# Black and Oily



## BenJM (Sep 7, 2016)

Hi All

I am a fan of dark roast beans. Black and oily as opposed to dark brown. I have recently finished a bag of Mocha Italia from CC and they were excellent!

Any recommendations for rich, dark and oily beans? Strong aftertaste in particular would be good.

Thanks

Ben


----------



## The Systemic Kid (Nov 23, 2012)

Don't come oilier, stronger than  *this*


----------



## BenJM (Sep 7, 2016)

The Systemic Kid said:


> Don't come oilier, stronger than  *this*


Looks nice but a mahogany roast as opposed to Ebony roast like Mocha Italia which is under the extra dark section.

Rancheros was a nice mahogany roast but I prefer the Mocha Italia which is a lot darker.

Any other roasters going this dark?


----------



## 7493 (May 29, 2014)

I'm inclined to agree. The Jampit hit mahogany isn't as dark as all that.


----------



## 4085 (Nov 23, 2012)

http://www.coffeecompass.co.uk/shop/speciality-blends/extra-dark.html

they do 3


----------



## BenJM (Sep 7, 2016)

dfk41 said:


> http://www.coffeecompass.co.uk/shop/speciality-blends/extra-dark.html
> 
> they do 3


They do indeed. I am considering the Ethiopian next and am interested in opinions/reviews.

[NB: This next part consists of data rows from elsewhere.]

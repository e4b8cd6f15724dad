"""Each reader on the forms its format allows: where options live, which compiler applies, and
offsets through continuations, CRLF, tabs, quotes and escapes."""
from __future__ import annotations

import pytest

from rewrite.build import is_build_file, kind_of, scan_build_text


def found(name, text, libm=None):
    out = scan_build_text(name, text, libm)
    for f in out:
        if f.option == text[f.start:f.end]:
            continue
        assert name.endswith((".json", ".toml")), (f, text[f.start:f.end])
    return [(f.line, f.column, f.option, f.rule, f.compiler) for f in out]


# ---------------------------------------------------------------- make

def test_make_assignment_forms():
    text = ("FC := gfortran\n"
            "override FFLAGS += -Ofast\n"
            "export OPTFLAGS ?= -ffast-math\n"
            "heat.o: FFLAGS += -fno-signed-zeros\n"
            "LIBS = -lm -fopenmp\n"  # not a flag variable by name
            "SRC = a.f90 # -Ofast\n")
    assert [(f[0], f[2], f[3]) for f in found("Makefile", text)] == [
        (2, "-Ofast", "gnu-ofast"), (3, "-ffast-math", "gnu-fast-math"), (4, "-fno-signed-zeros", "gnu-no-signed-zeros")]


def test_make_continuation_crlf_and_tabs():
    text = "FC = gfortran\r\nFFLAGS = -g \\\r\n\t-Ofast\t\\\r\n  -march=native\r\n"
    assert found("Makefile", text) == [(3, 2, "-Ofast", "gnu-ofast", "gnu"),
                                       (4, 3, "-march=native", "gnu-march-native", "gnu")]


def test_make_escaped_hash_is_not_a_comment_and_comment_continues():
    text = "FFLAGS = -DMARK=\\# -Ofast # -ffast-math \\\n   -fno-signed-zeros\n"
    assert [f[2] for f in found("Makefile", text)] == ["-Ofast"]


def test_make_recipe_with_literal_compiler_and_conditional_blocks():
    text = ("ifeq ($(COMPILER),intel)\n"
            "  FFLAGS = -O2 -xHost\n"
            "else ifeq ($(COMPILER),nvhpc)\n"
            "  FFLAGS = -fast\n"
            "else\n"
            "  FFLAGS = -fast\n"
            "endif\n"
            "a.o:\n"
            "\t@ifx -c a.f90\n")
    out = found("Makefile", text)
    assert (2, 16, "-xHost", "intel-x-target", "intel") in out
    assert (4, 12, "-fast", "nvidia-fast", "nvidia") in out
    # the else branch names no compiler: ifx (the file's compiler) gets its rules; its -fast sets
    # -fp-model fast, which is reported there and not again as ifx's default
    assert (6, 12, "-fast", "intel-fast", "intel") in out
    assert not any(f[3] == "intel-default-fp-model" for f in out)
    assert found("Makefile", "a.o:\n\t@ifx -O2 -c a.f90\n") == [(2, 3, "ifx", "intel-default-fp-model", "intel")]


def test_make_flag_variable_takes_the_compiler_that_uses_it():
    text = ("FC = nvfortran\nCC = gcc\nGPU_FLAGS = -fast -Mnofma\nCFLAGS = -ffast-math\n"
            "a.o:\n\t$(FC) $(GPU_FLAGS) -c a.f90\n")
    out = found("Makefile", text)
    assert [(f[2], f[4]) for f in out] == [("-fast", "nvidia"), ("-ffast-math", "gnu")]


def test_make_unknown_wrapper_says_gcc_rules():
    text = "FC = mpif90\nFFLAGS = -Ofast\n"
    (finding,) = scan_build_text("Makefile", text)
    assert finding.compiler == "unknown" and "mpif90 does not say which compiler it runs" in finding.message


# ---------------------------------------------------------------- CMake

def test_cmake_forms_and_comments():
    text = ('#[[ set(CMAKE_Fortran_FLAGS "-Ofast") ]]\n'
            'set(CMAKE_Fortran_FLAGS "-g" CACHE STRING "not -Ofast" FORCE)\n'
            'set(MY_FLAGS -O1 -ffast-math)  # -fno-signed-zeros\n'
            'string(APPEND CMAKE_Fortran_FLAGS_RELEASE " -fno-protect-parens")\n'
            'list(APPEND CMAKE_Fortran_FLAGS -freciprocal-math)\n'
            'set_source_files_properties(heat_budget.f90 PROPERTIES COMPILE_FLAGS "-funsafe-math-optimizations" '
            'LABELS "-Ofast")\n'
            'set_property(SOURCE a.f90 APPEND PROPERTY COMPILE_OPTIONS -fassociative-math)\n'
            'message(STATUS "-Ofast is no option here")\n')
    assert [f[3] for f in found("CMakeLists.txt", text)] == [
        "gnu-fast-math", "gnu-no-protect-parens", "gnu-reciprocal-math", "gnu-unsafe-math", "gnu-associative-math"]


def test_cmake_generator_expressions_and_compiler_blocks():
    text = ('if(CMAKE_Fortran_COMPILER_ID STREQUAL "NVHPC")\n'
            '  add_compile_options(-Mfma)\n'
            'elseif(NOT CMAKE_Fortran_COMPILER_ID STREQUAL "GNU")\n'
            '  add_compile_options(-fast)\n'
            'endif()\n'
            'target_compile_options(lake PRIVATE "$<$<CONFIG:Release>:-Ofast>" '
            '$<$<Fortran_COMPILER_ID:Cray>:-h;fp3>)\n')
    out = found("CMakeLists.txt", text)
    assert (2, 23, "-Mfma", "nvidia-fma", "nvidia") in out
    assert (1, 40, "NVHPC", "nvidia-default-fma", "nvidia") in out  # the block never says -Mnofma
    assert (6, 58, "-Ofast", "gnu-ofast", "unknown") in out
    assert (6, 97, "-h;fp3", "cray-fp34", "cray") in out  # a CMake list: two arguments, one option
    assert not any(f[2] == "-fast" for f in out)  # a negated condition names no compiler: GCC rules


def test_cmake_toolchain_compiler_with_quotes_and_paths():
    text = 'set(CMAKE_Fortran_COMPILER "/opt/intel/oneapi/bin/ifx")\nset(CMAKE_Fortran_FLAGS_INIT "-O2 -xHost")\n'
    out = found("toolchain.cmake", text)
    assert [(f[3], f[4]) for f in out] == [("intel-default-fp-model", "intel"), ("intel-x-target", "intel")]
    assert out[0][2] == "/opt/intel/oneapi/bin/ifx"


# ---------------------------------------------------------------- shell

def test_shell_assignments_defaults_heredocs_and_make_arguments():
    text = ("#!/bin/bash\n"
            "export FFLAGS='-O1 -Ofast'\n"
            "opts=${OPTS:-\"-ffast-math\"}\n"
            "cat <<EOF\n"
            "gfortran -Ofast a.f90\n"
            "EOF\n"
            "make FFLAGS=\"-fno-signed-zeros\" all\n"
            "cmake -DCMAKE_Fortran_FLAGS=\"-fno-protect-parens\" ..\n"
            "echo -Ofast  # echo is no compiler\n")
    out = found("build.sh", text)
    assert [(f[0], f[2]) for f in out] == [(2, "-Ofast"), (3, "-ffast-math"), (7, "-fno-signed-zeros"),
                                           (8, "-fno-protect-parens")]


def test_shell_compiler_through_variables():
    text = ('#!/bin/sh\nFC="${FC:-ifort}"\nif [ -n "$X" ]; then "$FC" -O2 -xHost -c a.f90; fi\n'
            '/usr/local/bin/ftn -h fp3 -c b.f90 && echo ok\n')
    out = found("build.sh", text)
    assert ("-xHost", "intel-x-target") in [(f[2], f[3]) for f in out]
    assert ("-h fp3", "cray-fp34") in [(f[2], f[3]) for f in out]


def test_shell_tabs_continuation_and_crlf():
    text = "#!/bin/sh\r\ngfortran\t-g \\\r\n\t-Ofast \\\r\n -c a.f90\r\n"
    assert found("build.sh", text) == [(3, 2, "-Ofast", "gnu-ofast", "gnu")]


# ---------------------------------------------------------------- fpm

def test_fpm_profiles_files_inline_tables_and_escapes():
    text = ('name = "lake"\n'
            '[profiles.release]\n'
            'gfortran.linux.flags = "-O1 \\u002dffast-math"\n'
            'ifx = { flags = "-fp-model consistent" }\n'
            '[profiles.debug.gfortran.linux.files]\n'
            '"heat_budget.f90" = \'\'\'\n-fno-signed-zeros\'\'\'\n'
            '[[executable]]\nname = "-Ofast"\n')
    out = scan_build_text("fpm.toml", text)
    assert [(f.line, f.option, f.rule) for f in out] == [(3, "-ffast-math", "gnu-fast-math"),
                                                         (7, "-fno-signed-zeros", "gnu-no-signed-zeros")]
    escaped = out[0]
    assert text[escaped.start:escaped.end] == "\\u002dffast-math"  # the escape, as written


def test_fpm_default_compiler_is_gfortran():
    (finding,) = scan_build_text("fpm.toml", '[profiles.release]\nflags = "-Ofast"\n')
    assert finding.compiler == "gnu"


# ---------------------------------------------------------------- compile_commands.json

def test_compdb_command_and_arguments_with_escapes():
    text = ('[{"directory": "/b", "command": "ifx -fp-model fast -DNAME=\\"a b\\" -c a.f90", "file": "a.f90"},\n'
            ' {"directory": "/b", "arguments": ["gfortran", "-O1", "-f\\u0061st-math", "-ffast-math"], '
            '"file": "b.f90"},\n'
            ' {"directory": "/b", "arguments": ["ifort", "-fp-model", "fast", "-c", "c.f90"], "file": "c.f90"}]\n')
    out = scan_build_text("compile_commands.json", text)
    assert [(f.line, f.option, f.rule, f.source) for f in out] == [
        (1, "-fp-model fast", "intel-fp-model-fast", "a.f90"),
        (2, "-ffast-math", "gnu-fast-math", "b.f90"),
        (3, "-fp-model fast", "intel-fp-model-fast", "c.f90")]
    split = out[2]
    assert text[split.start:split.end] == '-fp-model", "fast'  # one option over two argv strings


# ---------------------------------------------------------------- which files

@pytest.mark.parametrize("name,first,kind", [
    ("Makefile", "", "make"), ("makefile", "", "make"), ("GNUmakefile", "", "make"), ("Makefile.intel", "", "make"),
    ("src/rules.mk", "", "make"), ("x.make", "", "make"), ("CMakeLists.txt", "", "cmake"),
    ("cmake/toolchain.cmake", "", "cmake"), ("fpm.toml", "", "fpm"), ("compile_commands.json", "", "compdb"),
    ("build.sh", "", "shell"), ("run.bash", "", "shell"), ("configure.ac", "", "shell"),
    ("build", "#!/bin/sh", "shell"), ("compile", "#!/usr/bin/env bash", "shell"), ("build", "", None),
    ("build", "#!/usr/bin/env python3", None), ("Cargo.toml", "", None), ("heat_budget.f90", "", None),
    ("cmakelists.txt", "", None),
])
def test_which_files_are_build_files(name, first, kind):
    assert kind_of(name, first) == kind
    assert is_build_file(name, first) == (kind is not None)
    if kind is None:
        assert scan_build_text(name, "FFLAGS = -Ofast\n") == []
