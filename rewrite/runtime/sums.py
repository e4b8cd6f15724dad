"""Exact sums for rewritten Python code: the same bits for every order, layout and split.

``numpy.sum`` and plain loops add in an order that the library or the build chooses
(pairwise blocks, SIMD lanes, the memory layout of an ``axis`` reduction), so their
bits change with the build and the shape of the data.  The one sum that does not
depend on order, chunking or the number of processes, and that has no range limit,
is the exact mathematical sum rounded once.  This module computes it.

Public functions
----------------
``exact_sum(values, axis=None, dtype=None)``
    The exact sum of float64 or float32 values, rounded once (to nearest, ties to
    even) to the input precision or to ``dtype``.
``exact_dot(a, b)``
    The exact value of ``sum(a[i] * b[i])`` (every product exact), rounded once.
``SumAccumulator(dtype=numpy.float64)``
    A mergeable exact state: ``add`` data in any pieces, ``merge`` states from other
    processes, ``result()`` gives the same bits as one ``exact_sum`` of everything.

Special values (IEEE 754 rules for a sum): any NaN gives NaN; +inf and -inf
together give NaN; otherwise an infinity gives that infinity; an exact sum whose
rounded value is beyond the largest finite number gives an infinity of its sign
(``math.fsum`` raises ``OverflowError`` there, and also when only an intermediate
sum of its own overflows); an exact sum of zero is +0.0, also for -0.0 inputs and
for empty input.

How the sum is computed (float64)
---------------------------------
Write the bits of a float64 as ``u = s * 2**63 + e * 2**52 + m`` (sign, biased
exponent, fraction).  Its value is ``(-1)**s * S * 2**(max(e, 1) - 1075)`` with the
integer significand ``S = m + 2**52`` (``e >= 1``) or ``S = m`` (``e == 0``).  Values
with the same top twelve bits ``b = u >> 52`` (sign and exponent) share one unit,
so the sum of a bin is the integer ``sum(S)`` times that unit.  Per block of the
input (2**15 elements, so it stays in cache) the code does one shift and two
scatter-adds (``numpy.add.at``) into 4096 bins:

Loved the Mocha Italia. I have a bag of Sweet Bourbon to get through now which is lighter than I like but still very nice.


----------



## ronsil (Mar 8, 2012)

If you are looking for really dark beans & I mean really dark,nothing is more jet black than OBJ (Old Brown Java)

Its a bean thats still around after many years & there are still roasters producing them.

Atkinsons I think still roast them.

You either like them or hate them. If you've not had them before order just a small quantity & see how you get on.


----------



## DavidBondy (Aug 17, 2010)

I still roast OBJ but if you want to buy a roasted bean which is very dark and oily then French Breakfast Blend from Coffee Compass is absolutely delicious. Really, really dark and smoky with the depth that I always find missing in lightly roasted beans. I love it and it is my benchmark for my own roasts.

David


----------



## Phobic (Aug 17, 2016)

oh my god, I bought some java jampit mahogany, I thought I liked dark roasts, I don't! it's like distilled car tires mixed with oil.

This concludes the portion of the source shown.